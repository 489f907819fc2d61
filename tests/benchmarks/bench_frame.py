"""Seconds a frame of ``measure_frame`` on frames of the demo, against a plain photutils script in the same run.

``python tests/benchmarks/bench_frame.py DEMO_FOLDER [--profile]``, where DEMO_FOLDER is what
``fadeline demo --headless --folder DEMO_FOLDER`` made. Both take the same frames one after the other, in one process.
"""

from __future__ import annotations

import argparse
import cProfile
import json
import pstats
import statistics
import tempfile
import time
from collections.abc import Callable
from contextlib import suppress
from functools import cache
from pathlib import Path

import numpy as np
from astropy.io import fits
from plain_photutils import measure as measure_plainly

from reduce.field.sequence import read_sequence
from reduce.frames.master_plans import plan_masters
from reduce.frames.master_sets import Master, choose_masters
from reduce.frames.masters import build_master
from reduce.frames.reader import frame_id, open_frame
from reduce.pipeline import Recipe, measure_frame
from reduce.records import FrameError, Target
from reduce.settings import read_settings

MOST_FRAMES = 12
CALIBRATION = ("bias", "dark", "flat")
GAIN_E_PER_ADU, FWHM_PX = 1.5, 2.7
"""Of the demo; the plain script must be told."""


def seconds_each(work: Callable[[Path], object], paths: list[Path]) -> list[float]:
    """Seconds of every frame after a first one that pays for the imports."""
    work(paths[0])
    found = []
    for path in paths:
        start = time.perf_counter()
        work(path)
        found.append(time.perf_counter() - start)
    return found


def main(folder: Path) -> None:
    """Print both and their ratio."""
    parser = argparse.ArgumentParser(description=__doc__)
    parser.add_argument("demo", type=Path)
    parser.add_argument("--profile", action="store_true")
    asked = parser.parse_args()
    truth = json.loads((asked.demo / "truth.json").read_text())
    paths = [asked.demo / "frames" / row["path"] for row in truth["frames"] if not row["fault"]][:MOST_FRAMES]
    recipes = recipes_of(asked.demo, truth, paths, folder)

    def ours(path: Path) -> object:
        return measure_frame(path, frame_id(path), recipes[path])

    def plain(path: Path) -> object:
        chosen = recipes[path].masters
        assert chosen.bias is not None
        assert chosen.dark is not None
        assert chosen.flat is not None
        bias, dark, flat = (pixels(master.path) for master in (chosen.bias, chosen.dark, chosen.flat))
        return measure_plainly(path, bias, dark - bias, flat, GAIN_E_PER_ADU, FWHM_PX)

    if asked.profile:
        ours(paths[0])
        profile = cProfile.Profile()
        profile.enable()
        for path in paths:
            ours(path)
        profile.disable()
        pstats.Stats(profile).sort_stats("tottime").print_stats(20)
        return
    one, other = seconds_each(ours, paths), seconds_each(plain, paths)
    print(f"measure_frame   {statistics.median(one):.3f} s a frame ({min(one):.3f} to {max(one):.3f})")
    print(f"plain photutils {statistics.median(other):.3f} s a frame ({min(other):.3f} to {max(other):.3f})")
    print(f"ratio           {statistics.median(one) / statistics.median(other):.2f} (of the medians)")


def recipes_of(demo: Path, truth: dict[str, object], paths: list[Path], folder: Path) -> dict[Path, Recipe]:
    """Every frame's recipe, with masters built in ``folder``."""
    settings = read_settings(demo / "observatory.toml")
    target = Target(str(truth["target"]), "type_ia", float(str(truth["ra_deg"])), float(str(truth["dec_deg"])))
    stars = read_sequence(demo / "comparison.csv")
    infos = {}
    for path in sorted((demo / "frames").rglob("*.fits")):
        with suppress(FrameError):  # the demo holds a file that is cut short
            infos[path] = open_frame(path, settings).info
    calibration = [(frame_id(path), path, info) for path, info in infos.items() if info.kind in CALIBRATION]
    masters: list[Master] = []
    for plan in plan_masters(calibration):
        masters.append(build_master(plan, masters, folder, settings))
    return {path: Recipe(settings, choose_masters(infos[path], masters), (target,), stars) for path in paths}


@cache
def pixels(path: Path) -> np.ndarray:
    """A master's image, read once."""
    return np.asarray(fits.getdata(path), dtype=np.float32)


if __name__ == "__main__":
    with tempfile.TemporaryDirectory() as masters_folder:
        main(Path(masters_folder))
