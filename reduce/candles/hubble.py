"""What a redshift alone says of a distance: shown beside an estimate, never mixed in."""

from __future__ import annotations

import math

import numpy as np

from reduce.candles.assumptions import Assumptions
from reduce.candles.distance import (
    MODEL_H0,
    SPEED_OF_LIGHT_KM_S,
    hubble_modulus,
    peculiar_velocity_modulus_error,
)
from reduce.records import HubbleModulus, Target

CMB_DIPOLE_KM_S, CMB_DIPOLE_RA_DEG, CMB_DIPOLE_DEC_DEG = 369.82, 167.942, -6.944
"""The Sun against the microwave background (Planck Collaboration 2020, A&A 641, A1; from memory)."""
LEAST_Z = 0.001
"""Below, the Hubble law says nothing (cz of 300 km/s is what galaxies have of their own)."""


def cmb_redshift(z: float, ra_deg: float, dec_deg: float) -> float:
    """Redshift in the frame of the microwave background of heliocentric ``z``: (1 + z)(1 + v cos θ / c) - 1."""
    ra, dec, ra_0, dec_0 = np.radians([ra_deg, dec_deg, CMB_DIPOLE_RA_DEG, CMB_DIPOLE_DEC_DEG])
    cosine = np.sin(dec) * np.sin(dec_0) + np.cos(dec) * np.cos(dec_0) * np.cos(ra - ra_0)
    return float((1.0 + z) * (1.0 + CMB_DIPOLE_KM_S / SPEED_OF_LIGHT_KM_S * cosine) - 1.0)


def hubble_expectation(target: Target, assumptions: Assumptions) -> HubbleModulus | None:
    """Modulus of the target's redshift on the scale of the estimate, with the error of peculiar velocities (250 km/s).

    A calibrated M_B says nothing of H0; then that of the model is used.
    """
    if target.z is None:
        return None
    known = math.isfinite(target.ra_deg) and math.isfinite(target.dec_deg)
    z = cmb_redshift(target.z, target.ra_deg, target.dec_deg) if known else target.z
    if z < LEAST_Z:
        return None
    h0 = MODEL_H0 if assumptions.m_b is not None else assumptions.h0
    frame = "CMB" if known else "heliocentric"
    return HubbleModulus(hubble_modulus(z, h0, j0=1.0), peculiar_velocity_modulus_error(z), z, frame)
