"""Which points a fit uses, and how: magnitudes where they are well measured, flux where they are not."""

from __future__ import annotations

from dataclasses import dataclass

import numpy as np
from numpy.typing import NDArray

from reduce.candles.model import BandRows, TypeIaModel
from reduce.records import FLUX_ZERO_POINT, Floats, LightCurve

LEAST_SNR = 5.0
"""Below it a magnitude's error is not Gaussian: the flux is used."""
LARGEST_MJD = 1e6
"""Larger numbers, infinity and NaN are no dates."""
MAG_PER_RELATIVE_FLUX = 2.5 / np.log(10.0)
ZERO_POINT_WITHOUT_BLUE = 0.03
"""Zero-point error of a band (mag) when neither B nor g is there to hold the colour."""


@dataclass(frozen=True, slots=True)
class Points:
    """Points of one kind in arrays of shape (n,), ordered by band, then time."""

    bands: BandRows
    mjd: Floats
    band: NDArray[np.str_]
    night: NDArray[np.str_]
    value: Floats
    """Magnitude or flux (zero point 25), as observed."""
    err: Floats
    """Independent error in the unit of ``value``."""
    err_night: Floats
    err_band: Floats
    """mag; the model's default where the input states none."""

    def __len__(self) -> int:
        return len(self.mjd)

    def take(self, keep: NDArray[np.bool_]) -> Points:
        """Only the points where ``keep`` is true."""
        return _ordered(
            self.mjd[keep], self.band[keep], self.night[keep], self.value[keep], self.err[keep],
            self.err_night[keep], self.err_band[keep],
        )  # fmt: skip


def _ordered(mjd: Floats, band: NDArray[np.str_], night: NDArray[np.str_], value: Floats, *errors: Floats) -> Points:
    order = np.lexsort((errors[0], value, mjd, band))
    band = band[order]
    names = sorted(set(band.tolist()))
    edges = [(name, int(np.searchsorted(band, name)), int(np.searchsorted(band, name, "right"))) for name in names]
    rows = tuple((name, slice(first, last)) for name, first, last in edges)
    return Points(rows, mjd[order], band, night[order], value[order], *(error[order] for error in errors))


def select(curve: LightCurve, model: TypeIaModel) -> tuple[Points, Points]:
    """Split a light curve into magnitude points (S/N ≥ 5) and flux points (limits, weak detections).

    Points of bands the model does not know, or without any usable number, are left out.
    """
    known = np.isin(curve.band, model.bands) & (np.abs(curve.mjd) < LARGEST_MJD)
    has_mag = known & np.isfinite(curve.mag) & np.isfinite(curve.err) & (curve.err > 0)
    has_flux = known & np.isfinite(curve.flux) & np.isfinite(curve.flux_err) & (curve.flux_err > 0)
    err_from_mag = np.where(has_mag, curve.err, np.inf)
    snr = MAG_PER_RELATIVE_FLUX / err_from_mag
    as_mag = has_mag & (snr >= LEAST_SNR)

    from_mag = 10.0 ** (-0.4 * (np.where(has_mag, curve.mag, 99.0) - FLUX_ZERO_POINT))
    flux = np.where(has_flux, curve.flux, from_mag)
    flux_err = np.where(has_flux, curve.flux_err, from_mag / np.where(has_mag, snr, 1.0))
    as_flux = (has_mag | has_flux) & ~as_mag

    blue = bool(np.isin(curve.band[as_mag], ("B", "g")).any())
    default = model.scatter.zero_point if blue else ZERO_POINT_WITHOUT_BLUE
    err_band = np.where(np.isfinite(curve.err_band), curve.err_band, default)
    err_night = np.where(np.isfinite(curve.err_night), curve.err_night, 0.0)

    def chosen(mask: NDArray[np.bool_], value: Floats, err: Floats) -> Points:
        return _ordered(
            curve.mjd[mask], curve.band[mask], curve.night[mask], value[mask], err[mask], err_night[mask],
            err_band[mask],
        )  # fmt: skip

    return chosen(as_mag, curve.mag, curve.err), chosen(as_flux, flux, flux_err)
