"""Milky Way reddening: two scales of E(B-V), one conversion between them."""

from __future__ import annotations

from reduce.records import ReddeningScale

SF11_PER_SFD = 0.86
"""Recalibration of the 1998 map, 14 % lower (Schlafly & Finkbeiner 2011, ApJ 737, 103, abstract)."""

EXTINCTION_PER_SFD = {
    "B": 3.626, "V": 2.742, "R": 2.169, "I": 1.505, "g": 3.303, "r": 2.285, "i": 1.698,
}  # fmt: skip
"""A_X / E(B-V) on the *unscaled* SFD scale, R_V = 3.1 (Schlafly & Finkbeiner 2011, Table 6)."""

RELATIVE_MAP_ERROR = 0.16
"""Relative error of a map value of E(B-V); 16 % after Schlegel et al. 1998 (ApJ 500, 525), from memory."""


def to_sf11(ebv: float, scale: ReddeningScale) -> float:
    """E(B-V) in mag on the recalibrated Schlafly & Finkbeiner (2011) scale; the only conversion there is."""
    return ebv * SF11_PER_SFD if scale == "SFD" else ebv


def milky_way_extinction(band: str, ebv: float, scale: ReddeningScale) -> float:
    """A_X in mag for E(B-V) of the named scale, with the Table 6 coefficients.

    Raises
    ------
    KeyError
        For a band without a coefficient.
    """
    sfd = ebv if scale == "SFD" else ebv / SF11_PER_SFD
    return EXTINCTION_PER_SFD[band] * sfd
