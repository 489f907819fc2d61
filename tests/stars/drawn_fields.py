"""Star fields drawn by GalSim: profiles integrated over square pixels, photon and read noise."""

from __future__ import annotations

import galsim
import numpy as np

SKY_E, READ_NOISE_E = 300.0, 8.0
NO_LIMIT = 1e9


def drawn(
    profile: galsim.GSObject, x: np.ndarray, y: np.ndarray, flux_e: np.ndarray, side: int, rng: np.random.Generator
) -> np.ndarray:
    """One exposure (side, side) in electrons with sky."""
    image = galsim.ImageF(side, side, scale=1.0)
    for at_x, at_y, flux in zip(x, y, flux_e, strict=True):
        # GalSim counts pixels from 1.
        profile.withFlux(flux).drawImage(image=image, center=galsim.PositionD(at_x + 1, at_y + 1), add_to_image=True)
    light = np.maximum(image.array, 0.0).astype(float)
    return (rng.poisson(light + SKY_E) + rng.normal(0, READ_NOISE_E, light.shape)).astype(np.float32)


def apart(side: int, step: int, rng: np.random.Generator) -> tuple[np.ndarray, np.ndarray]:
    """Isolated places at random within their pixels."""
    at = np.arange(step, side - step / 2, step)
    x, y = (axis.ravel().astype(float) for axis in np.meshgrid(at, at))
    return x + rng.uniform(-0.5, 0.5, len(x)), y + rng.uniform(-0.5, 0.5, len(y))


def nearest(x: np.ndarray, y: np.ndarray, true_x: np.ndarray, true_y: np.ndarray) -> tuple[np.ndarray, np.ndarray]:
    """Index of the drawn star nearest to each place, and its distance."""
    distance = np.hypot(x[:, None] - true_x, y[:, None] - true_y)
    return distance.argmin(axis=1), distance.min(axis=1)
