"""Draws from the posterior of a type Ia fit, and the quantiles and correlations that are kept of it."""

from __future__ import annotations

import math

import numpy as np
from scipy.special import log_ndtr, ndtri_exp

from reduce.candles.posterior import Nodes
from reduce.candles.solve import Solved
from reduce.records import Floats, Posterior

PARAMETERS = ("mu", "e_host", "t_max", "dm15")
PROBABILITIES = (0.025, 0.16, 0.5, 0.84, 0.975)
N_FOR_QUANTILES = 4096
SEED = 20110
"""Of the generator behind quantiles, so that equal light curves give equal ones."""
_CUTS = np.linspace(-12.0, 12.0, 481)


def _cut_normal_of(mean: Floats, variance: Floats) -> tuple[Floats, Floats]:
    """Centre and σ of the normal that has this mean and variance once it is cut at zero."""
    hazard = np.exp(-0.5 * _CUTS**2 - 0.5 * math.log(2.0 * math.pi) - log_ndtr(_CUTS))
    ratio = (_CUTS + hazard) / np.sqrt(1.0 - hazard * (hazard + _CUTS))
    wanted = mean / np.sqrt(variance)
    t = np.where(wanted > ratio[-1], wanted, np.interp(wanted, ratio, _CUTS))
    sigma = mean / (t + np.exp(-0.5 * t**2 - 0.5 * math.log(2.0 * math.pi) - log_ndtr(t)))
    return t * sigma, sigma


def draw(nodes: Nodes, n: int, generator: np.random.Generator) -> Floats:
    """(n, 4) draws of ``PARAMETERS`` on the model's scale, in random order; without the errors outside the fit."""
    edges = np.cumsum(nodes.weight.ravel())
    # one draw from each n-th of the probability: the nodes get their share with less noise than by chance
    places = (np.arange(n) + generator.random(n)) / n * edges[-1]
    which = np.minimum(np.searchsorted(edges, places, "right"), len(edges) - 1)
    i, j = np.unravel_index(which, nodes.ln_p.shape)
    mean, variance = nodes.e[i, j], nodes.e_var[i, j]
    centre, sigma = _cut_normal_of(mean, variance)
    e = centre - sigma * ndtri_exp(np.log1p(-generator.random(n)) + log_ndtr(centre / sigma))
    slope = nodes.mu_e[i, j] / variance
    rest = np.sqrt(np.maximum(nodes.mu_var[i, j] - slope**2 * variance, 0.0))
    mu = nodes.mu[i, j] + slope * (e - mean) + rest * generator.standard_normal(n)
    t_max = _within_step(nodes.t_max, i, generator)
    dm15 = _within_step(nodes.dm15, j, generator)
    return generator.permutation(np.column_stack([mu, np.maximum(e, 0.0), t_max, dm15]))


def _within_step(axis: Floats, which: np.ndarray, generator: np.random.Generator) -> Floats:
    """A draw from anywhere in the step of a node, inside the grid."""
    step = float(axis[1] - axis[0])
    found = axis[which] + step * (generator.random(len(which)) - 0.5)
    return np.asarray(np.clip(found, axis[0], axis[-1]), float)


def draw_with_all_errors(
    solved: Solved, n: int, generator: np.random.Generator, shift_mag: float, mu_err_outside: float
) -> Floats:
    """(n, 4) draws with what the light curve does not know of: ``mu_err_outside`` in mag, and the clock's error."""
    found = draw(solved.nodes, n, generator)
    found[:, 0] += shift_mag + mu_err_outside * generator.standard_normal(n)
    found[:, 2] += solved.clock_err_d * generator.standard_normal(n)
    return found


def posterior(solved: Solved, shift_mag: float, mu_err_outside: float) -> Posterior:
    """Quantiles and correlations, the errors outside the fit included."""
    generator = np.random.default_rng(SEED)
    found = draw_with_all_errors(solved, N_FOR_QUANTILES, generator, shift_mag, mu_err_outside)
    quantiles = np.quantile(found, PROBABILITIES, axis=0).T
    cov = solved.cov.copy()
    cov[0, 0] += mu_err_outside**2
    sigma = np.sqrt(np.diag(cov))
    correlation = cov / np.outer(sigma, sigma)
    return Posterior(PARAMETERS, PROBABILITIES, _rows(quantiles), _rows(correlation))


def _rows(table: Floats) -> tuple[tuple[float, ...], ...]:
    return tuple(tuple(float(value) for value in row) for row in table)
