"""The covariance of type Ia points: three levels of photometric error, and how supernovae differ."""

from __future__ import annotations

from dataclasses import dataclass

import numpy as np

from reduce.candles.model import TypeIaModel
from reduce.candles.points import Points
from reduce.records import Floats


@dataclass(frozen=True, slots=True)
class Covariance:
    """Three parts, each (n, n) in mag²; ``total`` is their sum."""

    photometry: Floats
    """Independent errors, and those shared by one band and night."""
    zero_points: Floats
    """Shared by all nights of a band."""
    supernova: Floats
    """Template and colour scatter."""

    @property
    def total(self) -> Floats:
        """Covariance that the fit uses."""
        return self.photometry + self.zero_points + self.supernova


def covariance(points: Points, phase: Floats, model: TypeIaModel) -> Covariance:
    """Covariance of magnitude points at rest-frame days ``phase``.

    Independent variance err² + nugget²; template scatter s_X s_Y exp(-|Δp|/7 d), times 0.3 between bands;
    colour scatter and zero points within a band. ``err_night`` joins points of one band and night.
    """
    scatter = model.scatter
    # integers, because comparing n² strings costs more than the rest of the fit
    band, night = (np.unique(names, return_inverse=True)[1] for names in (points.band, points.night))
    same_band = band[:, None] == band[None, :]
    same_night = same_band & (night[:, None] == night[None, :])
    photometry = np.diag(points.err**2 + scatter.nugget**2)
    photometry += np.where(same_night, np.outer(points.err_night, points.err_night), 0.0)
    zero_points = np.where(same_band, np.outer(points.err_band, points.err_band), 0.0)

    sigma = model.shape_scatter(points.bands, phase)
    nearness = np.exp(-np.abs(phase[:, None] - phase[None, :]) / scatter.correlation_days)
    colour = np.array([scatter.colour[name] for name in points.band.tolist()])
    supernova = np.outer(sigma, sigma) * nearness * np.where(same_band, 1.0, scatter.between_bands)
    supernova += np.where(same_band, np.outer(colour, colour), 0.0)
    return Covariance(photometry, zero_points, supernova)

= = =

**REQUIRED ACTION**
For the listing above, identify each line bearing "flat".

**RESPONSE TO THE EXERCISE**
CALIBRATION = ("bias", "dark", "flat")
        assert chosen.flat is not None
        bias, dark, flat = (pixels(master.path) for master in (chosen.bias, chosen.dark, chosen.flat))
        return measure_plainly(path, bias, dark - bias, flat, GAIN_E_PER_ADU, FWHM_PX)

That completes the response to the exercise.